Experimental treatments like the one that Jenny is part of are called "protocols." Currently, about 900 protocols are underway at NIH. Many protocols, including the one Jenny is on, test how well new drugs work in difficult-to-treat diseases; other protocols investigate biological processes -- how they work normally or fail to work when people become ill.

Investigators must apply to the clinical directors of their institutes, the Institional Review Board (which evaluates each protocol), and the hospital director for approval of their protocols. This approval process ensures that protocol proposals are safe for patients and that the hospital has enough resources to support the research. Recently, King and his staff established a Protocol Coordination Service Center to manage all of the administrative paperwork for the protocol process, including checking to see that investigators’ application forms are properly filled out and approved.

Publicizing NIH’s research studies on the internet is another important responsiblity of the Center. Facts about each protocol -- such as the type of disease being studied, a summary of the study, the gender and age of eligible participants -- are posted on the NIH homepage. Jenny’s doctor in Kansas found out about the CAH study through this website, and he referred her to the NIH where he felt she could receive better treatment than in Kansas.


Right now, medical records in most hospitals include both electronic and paper files. But doctors in distant hospitals -- in Kansas and Maryland, for example -- find it extremely difficult and cumbersome to communicate under the current medical record-keeping system, because a paper record can only be in one place at a time.

King says that medical record administrators and health care professionals all over the country would like to convert medical records to electronic files. Then, Jenny’s doctor in Kansas could see her NIH record at any time and vice versa. King doubts that computers will fully take over the medical record-keeping process in the near future. The physician’s notes -- the "guts" of the patient record -- historically have been written by hand, and physicians who did not grow up in the computer age may be uncomfortable or unwilling to make the change to high technology charting. However, King believes that recent technological breakthroughs that allow physicians to "talk" to the computer -- continuous voice recognition -- will lead to full electronic record keeping in the next four to eight years.

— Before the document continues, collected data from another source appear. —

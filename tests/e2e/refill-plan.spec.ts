import { readFile } from "node:fs/promises";
import { expect, test } from "@playwright/test";
import { signedIn } from "../support/session";
import { signInAs } from "../support/browser";
import { createTankWithDevice } from "../support/fleet";
import { runWorkerOnce } from "../support/worker";
import { csvByName } from "../support/csv";
import { PHONE, expectFitsPhone } from "../support/phone";
import { levelHistory, sendEchoReadings } from "../api/calibration-readings";

// Issue 6, browser test: a viewer (a delivery partner) sees the refill plan and exports it, and is
// offered no action. Issue 15: a tank with a sensor fault is listed as needing a check, with the
// reason, and not scheduled. Fixtures: hourly readings over 72 h dated from one instant, from devices
// that report hourly (so the last value is not stale while the test runs).
const END = new Date(Math.floor(Date.now() / 60_000) * 60_000 - 2 * 60_000);
const HOURLY = { device: { expected_interval_s: 3600 } };

test("a viewer sees the refill plan and downloads it, with no action offered", async ({ page }) => {
  test.setTimeout(120_000);
  const admin = await signedIn("admin@halftrip.test");
  const fleet = await createTankWithDevice(admin, HOURLY);
  // 0.5 m in the 3 m² tank of tests/support/fleet.ts: 1 500 L of 8 400 L, below its 25 % reorder level;
  // 90 % safe fill is 7 560 L, so 6 060 L to deliver (computed).
  await sendEchoReadings(fleet.apiKey, levelHistory(3, END, 72, 0.5, 0.5));
  await runWorkerOnce();

  await signInAs(page, "viewer@halftrip.test");
  const nav = page.getByRole("navigation", { name: "Main" });
  await expect(nav.getByRole("link", { name: "Imports" })).toHaveCount(0);
  await expect(nav.getByRole("link", { name: "Calibration" })).toHaveCount(0);
  await nav.getByRole("link", { name: "Refill plan" }).click();
  await expect(page.getByRole("heading", { name: "Refill plan", exact: true })).toBeVisible();

  const plan = page.getByRole("region", { name: "Refill plan" });
  const row = plan.getByRole("row").filter({ hasText: fleet.tank.name });
  await expect(row).toContainText("reorder now: below the reorder level");
  await expect(row).toContainText("6\u202f060\u00a0L");
  await expect(row).toContainText("18\u00a0%");

  await page.getByLabel("Horizon").selectOption("30");
  await expect(page).toHaveURL(/horizon_days=30/);
  await expect(row).toBeVisible();

  // Nothing to do here but read and download: no buttons in the page itself, no forms.
  const main = page.getByRole("main");
  await expect(main.getByRole("button")).toHaveCount(0);
  await expect(main.locator("form")).toHaveCount(0);

  const [download] = await Promise.all([page.waitForEvent("download"), main.getByRole("link", { name: "Download CSV" }).click()]);
  expect(download.suggestedFilename()).toMatch(/^refill-plan-30-days-\d{4}-\d{2}-\d{2}\.csv$/);
  const text = await readFile((await download.path())!, "utf8");
  const { header, rows } = csvByName(text);
  expect(header).toEqual(expect.arrayContaining(["site", "tank", "purpose", "status", "action", "days_to_due", "asset_id"]));
  expect(rows.find((r) => r.asset_id === fleet.tank.id)).toMatchObject({ site: fleet.site.name, tank: fleet.tank.name, purpose: "supply", status: "due_now", action: "deliver", days_to_due: "0" });
});

test("a tank whose sensor is stuck is listed as needing a check, with the reason, and not scheduled", async ({ page }, testInfo) => {
  test.setTimeout(120_000);
  const admin = await signedIn("admin@halftrip.test");
  const stuck = await createTankWithDevice(admin, HOURLY);
  // 72 hourly readings of exactly the same echo time at 0.6 m (below the reorder level): the worker flags it stuck.
  await sendEchoReadings(stuck.apiKey, levelHistory(3, END, 72, 0.6, 0.6, { jitterM: 0 }));
  await runWorkerOnce();

  await signInAs(page, "viewer@halftrip.test");
  for (const size of [{ width: 1280, height: 900 }, PHONE]) {
    await page.setViewportSize(size);
    await page.goto("/refill-plan?horizon_days=14");
    const row = page.getByRole("region", { name: "Refill plan" }).getByRole("row").filter({ hasText: stuck.tank.name });
    await expect(row).toContainText("needs a check: Sensor flagged stuck");
    await expect(row).toContainText("not planned until checked");
    await expect(row).not.toContainText("reorder now");
    if (size === PHONE) await expectFitsPhone(page, testInfo, "refill-plan-needs-check");
  }

  // The tank's own page says the same.
  await page.goto(`/assets/${stuck.tank.id}`);
  await expect(page.getByTestId("tank-plan")).toContainText("needs a check: Sensor flagged stuck");
});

"One of the standing jokes at our annual conventions," King says is that "no one ever plans to do this job...you just fall into it." And his own story illustrates this well. King was an insurance broker but was interested in changing his career. He chanced upon an article called "Hot Careers for Women" while leafing through a Redbook magazine his wife had bought. "Medical Records Administrator" was one of the professions listed, and the brief description piqued his interest. King went back to school to get a degree in records administration and ended up following a career path that landed him squarely at the crossroads.



1. King is one of a handful of persons in the United States who is credentialled as a Medical Records Administrator (the American Health Information Management Associations), a Corporate Records Manager (the Institute of Certified Records Managers), and a Medical Staff Coordinator (the National Association of Medical Staff Services).